What I want you to understand about ME/CFS for May 12th International Awareness day

The average person is lucky enough to believe that if something goes wrong with their health there are people out there who will care for them and try to make them better. Until we know otherwise that faith makes the world a safer place for us. But what happens when you get an illness that is only partially understood and then only by the medics and scientists who have a particular interest, often because of personal experience? In the case of ME/CFS not only are you faced with the devastating loss of life as you know it due to exhaustion, pain and an inability to think or concentrate, but you are often also faced with betrayal and disbelief.

No professional likes to feel impotent, so if you don’t fit with that profession’s area of knowledge it can be comforting for them to fit you into a box that passes their responsibility on to somebody else. This is what has happened with the physical illness ME/CFS. As science is slowly discovering, it’s a ridiculously complex illness affecting many of the bodies systems. Any scientist will tell you that the more variables involved in something, the more difficult it is to identify patterns. Most studies into ME/CFS started by looking for straight forward cause and effect, so of course, the patterns weren’t perceived, or when they were, they weren’t replicated with reliability. So it was easy for the professionals that were supposed to be taking care of us to say this isn’t a medical problem it must be in your head!

Just imagine that you had a broken leg, but everyone around you refused to recognise it. Everyone except perhaps (if you were lucky) your nearest and dearest told you that you were imagining it. There was nothing that they could do for you; you should just try walking on it a little bit more every day whilst seeing a psychologist to help you stop imagining things. Wouldn’t you feel powerless? Betrayed? Beyond frustrated? And all this on top of having to deal with the pain of the leg and the loss of all the things that used to make life worthwhile that you can’t do with a broken leg. And there’s little hope that anybody is going to help you fix your leg, little hope that you’ll ever be able to return to your normal life.

This is what hundreds of thousands of people in the UK have had to deal with (an estimated 17 million worldwide).

Coming to terms with an illness that has a devastating effect on your ability to live your live is hard even when you are believed, respected and cared for. There is an emotional and psychological impact to loss and psychological help can help you deal with things better, manage the illness better and can lead to a better quality of life. Psychologists jumped on these successes with ME/CFS even though they were in no way providing a cure. The fact that people could get a little better with psychological help lead to the assumption that this illness resulted from maladaptive thoughts and behaviours in response to a previous infection or trauma that was no longer exerting a physical effect.

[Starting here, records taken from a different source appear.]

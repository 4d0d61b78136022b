import fc from 'fast-check';

import { Decimal } from './decimal';
import { MetrologyInputError } from './errors';
import { listToleranceTables, lookupTolerance, verdict, type ToleranceQuery } from './tolerances';

const limit = (q: ToleranceQuery): string | undefined => lookupTolerance(q)?.limitMl.toString();

describe('lookupTolerance: values checked against published copies', () => {
  it('ISO 1042 class A flasks (German Eichordnung Anlage 12, 3.2: 10 mL 0.025, 100 mL 0.10, 250 mL 0.15, 1000 mL 0.4)', () => {
    expect(limit({ kind: 'volumetric-flask', accuracyClass: 'A', nominalVolumeMl: 10 })).toBe('0.025');
    expect(limit({ kind: 'volumetric-flask', accuracyClass: 'A', nominalVolumeMl: '100.0' })).toBe('0.1');
    expect(limit({ kind: 'volumetric-flask', accuracyClass: 'A', nominalVolumeMl: 250 })).toBe('0.15');
    const l = lookupTolerance({ kind: 'volumetric-flask', accuracyClass: 'A', nominalVolumeMl: 1000 });
    expect(l).toMatchObject({ source: 'ISO 1042:1998', tableId: 'iso-1042-1998', verification: 'checked' });
    expect(l?.limitMl.equals('0.4')).toBe(true);
  });

  it('marks the ISO 1042 class B column as from memory', () => {
    expect(lookupTolerance({ kind: 'volumetric-flask', accuracyClass: 'B', nominalVolumeMl: 100 })?.verification).toBe('from-memory');
  });

  it('ASTM E288 class A flasks (socratic.org table: 100 mL 0.080, 250 mL 0.12, 1000 mL 0.30) and class B = 2 × A (E288 1.1.2)', () => {
    expect(limit({ kind: 'volumetric-flask', accuracyClass: 'A', nominalVolumeMl: 100, standard: 'ASTM' })).toBe('0.08');
    expect(limit({ kind: 'volumetric-flask', accuracyClass: 'A', nominalVolumeMl: 250, standard: 'ASTM' })).toBe('0.12');
    expect(limit({ kind: 'volumetric-flask', accuracyClass: 'A', nominalVolumeMl: 1000, standard: 'ASTM E288' })).toBe('0.3');
    expect(limit({ kind: 'volumetric-flask', accuracyClass: 'B', nominalVolumeMl: 100, standard: 'ASTM' })).toBe('0.16');
  });

  it('ASTM E969 transfer pipets (Thompson, Illustrated Guide to Home Chemistry Experiments, Table 3-1: 10 mL A 0.02 / B 0.04, 25 mL A 0.03)', () => {
    expect(limit({ kind: 'one-mark-pipette', accuracyClass: 'A', nominalVolumeMl: 10, standard: 'ASTM' })).toBe('0.02');
    expect(limit({ kind: 'one-mark-pipette', accuracyClass: 'B', nominalVolumeMl: 10, standard: 'ASTM' })).toBe('0.04');
    expect(limit({ kind: 'one-mark-pipette', accuracyClass: 'A', nominalVolumeMl: 25, standard: 'ASTM' })).toBe('0.03');
  });

  it('ASTM E1272 cylinders (E1272-02(2012) Table 1: 25 mL A 0.17 / B 0.34, 100 mL A 0.50)', () => {
    expect(limit({ kind: 'graduated-cylinder', accuracyClass: 'A', nominalVolumeMl: 25, standard: 'ASTM' })).toBe('0.17');
    expect(limit({ kind: 'graduated-cylinder', accuracyClass: 'B', nominalVolumeMl: 25, standard: 'ASTM' })).toBe('0.34');
    expect(limit({ kind: 'graduated-cylinder', accuracyClass: 'A', nominalVolumeMl: 100, standard: 'ASTM' })).toBe('0.5');
  });

  it('ISO 385 50 mL burette (niito.kz: class A ±0.05 mL, class B ±0.10 mL); AS shares the class A limit', () => {
    expect(limit({ kind: 'burette', accuracyClass: 'A', nominalVolumeMl: 50 })).toBe('0.05');
    expect(limit({ kind: 'burette', accuracyClass: 'AS', nominalVolumeMl: 50 })).toBe('0.05');
    expect(limit({ kind: 'burette', accuracyClass: 'B', nominalVolumeMl: 50 })).toBe('0.1');
    expect(lookupTolerance({ kind: 'burette', accuracyClass: 'A', nominalVolumeMl: 25 })?.verification).toBe('from-memory');
  });

  it('ISO 8655-2 1000 µL piston pipette (TSI Journals 2019, Table 2: ±8 µL systematic, 3 µL random), fixed or variable', () => {
    for (const kind of ['piston-pipette-fixed', 'piston-pipette-variable'] as const) {
      const l = lookupTolerance({ kind, accuracyClass: 'none', nominalVolumeMl: 1 });
      expect(l?.limitMl.equals('0.008')).toBe(true);
      expect(l?.randomLimitMl?.equals('0.003')).toBe(true);
      expect(l?.verification).toBe('checked');
    }
    expect(lookupTolerance({ kind: 'piston-pipette-fixed', accuracyClass: 'none', nominalVolumeMl: '0.01' })?.limitMl.toString()).toBe(
      '0.00012',
    );
  });

  it('USP <31> graduated pipets (USP 29 text: 10, 20, 30 µL for 2, 5, 10 mL)', () => {
    expect(limit({ kind: 'graduated-pipette', accuracyClass: 'A', nominalVolumeMl: 5, standard: 'USP' })).toBe('0.02');
    expect(limit({ kind: 'graduated-pipette', accuracyClass: 'A', nominalVolumeMl: 10, standard: 'USP' })).toBe('0.03');
  });
});

describe('lookupTolerance: no limit known', () => {
  it('returns null for kind other, a class the standard lacks, and sizes not in the table', () => {
    expect(lookupTolerance({ kind: 'other', accuracyClass: 'A', nominalVolumeMl: 10 })).toBeNull();
    expect(lookupTolerance({ kind: 'volumetric-flask', accuracyClass: 'AS', nominalVolumeMl: 100 })).toBeNull();
    expect(lookupTolerance({ kind: 'volumetric-flask', accuracyClass: 'none', nominalVolumeMl: 100 })).toBeNull();
    expect(lookupTolerance({ kind: 'piston-pipette-fixed', accuracyClass: 'A', nominalVolumeMl: 1 })).toBeNull();
    expect(lookupTolerance({ kind: 'volumetric-flask', accuracyClass: 'A', nominalVolumeMl: 150 })).toBeNull();
    expect(lookupTolerance({ kind: 'graduated-cylinder', accuracyClass: 'A', nominalVolumeMl: 1000, standard: 'ASTM' })).toBeNull();
    expect(lookupTolerance({ kind: 'burette', accuracyClass: 'A', nominalVolumeMl: 50, standard: 'USP' })).toBeNull();
  });

  it('refuses a non-positive volume, an unknown kind, class or standard', () => {
    expect(() => lookupTolerance({ kind: 'burette', accuracyClass: 'A', nominalVolumeMl: 0 })).toThrow(MetrologyInputError);
    expect(() => lookupTolerance({ kind: 'beaker' as never, accuracyClass: 'A', nominalVolumeMl: 1 })).toThrow(/kind/);
    expect(() => lookupTolerance({ kind: 'burette', accuracyClass: 'C' as never, nominalVolumeMl: 1 })).toThrow(/accuracyClass/);
    expect(() => lookupTolerance({ kind: 'burette', accuracyClass: 'A', nominalVolumeMl: 50, standard: 'DIN' })).toThrow(/standard/);
  });

  it('property: never interpolates — a limit exists only for a tabulated size', () => {
    const sizes = new Set(listToleranceTables().flatMap((t) => t.rows.map((r) => new Decimal(r.nominalMl).toString())));
    fc.assert(
      fc.property(
        fc.integer({ min: 1, max: 10_000_000 }),
        fc.constantFrom(
          'volumetric-flask',
          'one-mark-pipette',
          'graduated-pipette',
          'burette',
          'graduated-cylinder',
          'piston-pipette-fixed',
        ),
        fc.constantFrom('A', 'AS', 'B', 'none'),
        fc.constantFrom('ISO', 'ASTM', 'USP'),
        (thousandths, kind, cls, standard) => {
          const v = new Decimal(thousandths).div(1000);
          const l = lookupTolerance({ kind: kind as never, accuracyClass: cls as never, nominalVolumeMl: v, standard });
          return l === null || sizes.has(v.toString());
        },
      ),
    );
  });
});

describe('listToleranceTables', () => {
  it('names the source of every table and gives independent copies', () => {
    const tables = listToleranceTables();
    expect(tables.length).toBeGreaterThanOrEqual(11);
    for (const t of tables) {
      expect(t.standard).toMatch(/ISO|ASTM|USP/);
      expect(t.table.length).toBeGreaterThan(0);
      for (const r of t.rows) for (const cls of Object.keys(r.limitMl)) expect(t.classes).toContain(cls);
    }
    (tables[0]?.rows[0]?.limitMl as Record<string, string>)['A'] = '999';
    expect(listToleranceTables()[0]?.rows[0]?.limitMl.A).not.toBe('999');
  });
});

describe('verdict', () => {
  it('passes at the limit (inclusive) and fails beyond it', () => {
    expect(verdict({ errorMl: '-0.025', limitMl: '0.025' }).verdict).toBe('pass');
    const fail = verdict({ errorMl: '0.026', limitMl: '0.025' });
    expect(fail.verdict).toBe('fail');
    expect(fail.limitSource).toBe('table');
    expect(fail.reasons[0]).toMatch(/exceeds/);
  });

  it('judges both errors of a piston pipette (ISO 8655-2 1000 µL limits: 0.008 / 0.003 mL)', () => {
    expect(verdict({ errorMl: '0.005', limitMl: '0.008', randomErrorMl: '0.002', randomLimitMl: '0.003' }).verdict).toBe('pass');
    const r = verdict({ errorMl: '0.005', limitMl: '0.008', randomErrorMl: '0.004', randomLimitMl: '0.003' });
    expect(r.verdict).toBe('fail');
    expect(r.reasons.some((x) => x.startsWith('Random error'))).toBe(true);
    expect(() => verdict({ errorMl: '0.005', limitMl: '0.008', randomLimitMl: '0.003' })).toThrow(/randomErrorMl/);
  });

  it('says no-limit when no limit is known', () => {
    const r = verdict({ errorMl: '0.1', limitMl: null });
    expect(r).toMatchObject({ verdict: 'no-limit', limitSource: 'none', limitMl: null });
  });

  it('lets a laboratory limit with a reason win over the table', () => {
    const r = verdict({ errorMl: '0.03', limitMl: '0.025', labOverride: { limitMl: '0.05', reason: 'Teaching lab acceptance limit' } });
    expect(r).toMatchObject({ verdict: 'pass', limitSource: 'lab-override', overrideReason: 'Teaching lab acceptance limit' });
    expect(verdict({ errorMl: '0.03', limitMl: null, labOverride: { limitMl: '0.02', reason: 'Tighter in-house limit' } }).verdict).toBe(
      'fail',
    );
    expect(() => verdict({ errorMl: '0.03', limitMl: '0.025', labOverride: { limitMl: '0.05', reason: '  ' } })).toThrow(/reason/);
    expect(() => verdict({ errorMl: '0.03', limitMl: '0' })).toThrow(MetrologyInputError);
  });
});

The biggest publically funded study in the history of British ME/CFS research aimed to prove this point and did so by moving the goal posts, manipulating data and then when questioned, refusing to publish the raw data for independent conclusions to be drawn. It may be hard to believe, but their twisted conclusions were accepted by the mainstream medical profession (I guess psychologists understand human behaviour well enough to know how to convince?).

So now a person with ME/CFS who recognises the need to deal better with their loss and find a way to come to terms with the rest of their life being difficulty different, might seek the help of a psychologist only to be overtly bullied into believing that they are not ill at all.

A young woman who is receiving helpful support in dealing with her illness is all of a sudden accused of being anorexic, accused of lying about the fact that she throws up her food(when she doesn’t) because her psychologists does not believe that she has an illness that prevents her from absorbing the nutrition from her food.

Even worse a young woman is removed from her family and locked away in an institution. Her family who love her and believe hers are refused visitation because the psychologists are convinced that the young person needs to recognise the psychological nature of her condition.

As a psychology graduate, counsellor and holistic life coach, I believe in psychology. I believe in its ability to help people to adapt to illness. I also believe in the mind body connection and that our mind has a power to help us to heal. But a psychology that is based on the assumption that no physical illness exists when it most clearly does, is not only unhelpful, it is an abuse! This abuse is what many people with a devastating illness are having to regularly deal with.

What I want everyone to understand about ME/CFSThe biggest thing that you can do to help somebody with ME/CFS is believe them. We are not only worthy of belief and respect but a great deal of admiration. We face these challenges on a daily basis; we try to overcome them despite the lack of support that is taken for granted by anyone with a well-recognised illness. We support each other, campaign for more medical research and experiment with every kind of potential help that we can possibly afford. We learn how to look after ourselves and manage our energy levels; we try difficult diets, mindfulness, meditation. We learn how to deal with loss, and find new ways of being happy despite limited energy and ability. And we do all this with a fraction of the physical resources of a healthy person. We are pretty amazing on the whole!